<<<<

"""A plan's folder to spoil: the demo's own files, copied, with a lot in stock."""

from __future__ import annotations

import itertools
import shutil
from collections.abc import Callable
from pathlib import Path

import pytest

from gaugelog.errors import Fault, Faulty
from gaugelog.intake.plan import PlanFacts, load_plan

DEMO = Path(__file__).parents[2] / "demo_project"


def counter() -> Callable[[], str]:
    """Ids that count, so that a test can be repeated."""
    numbers = itertools.count(1)
    return lambda: f"id{next(numbers)}"


@pytest.fixture
def plan(tmp_path: Path) -> Path:
    """A copy of the demo's plan."""
    return Path(shutil.copytree(DEMO / "plan", tmp_path / "plan"))


def understood(folder: Path) -> PlanFacts:
    """The plan in `folder`, with the demo's lot in stock."""
    return load_plan(folder, lots={"L-3504": "lot1"}, new_id=counter())


def faults_of(act: Callable[[], object]) -> tuple[Fault, ...]:
    """The faults that `act` names; it must name some."""
    with pytest.raises(Faulty) as caught:
        act()
    return caught.value.faults


def change(file: Path, old: str, new: str) -> None:
    """Replace the first `old` in a file; it must be there."""
    text = file.read_text(encoding="utf-8")
    assert old in text
    file.write_text(text.replace(old, new, 1), encoding="utf-8")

>>>>

> **Activity**
Only the lines from the one with "return Path(shutil.copytree(DEMO /" through the final line above should be repeated, each exactly as written.

> **Finished task**
    return Path(shutil.copytree(DEMO / "plan", tmp_path / "plan"))


def understood(folder: Path) -> PlanFacts:
    """The plan in `folder`, with the demo's lot in stock."""
    return load_plan(folder, lots={"L-3504": "lot1"}, new_id=counter())


def faults_of(act: Callable[[], object]) -> tuple[Fault, ...]:
    """The faults that `act` names; it must name some."""
    with pytest.raises(Faulty) as caught:
        act()
    return caught.value.faults


def change(file: Path, old: str, new: str) -> None:
    """Replace the first `old` in a file; it must be there."""
    text = file.read_text(encoding="utf-8")
    assert old in text
    file.write_text(text.replace(old, new, 1), encoding="utf-8")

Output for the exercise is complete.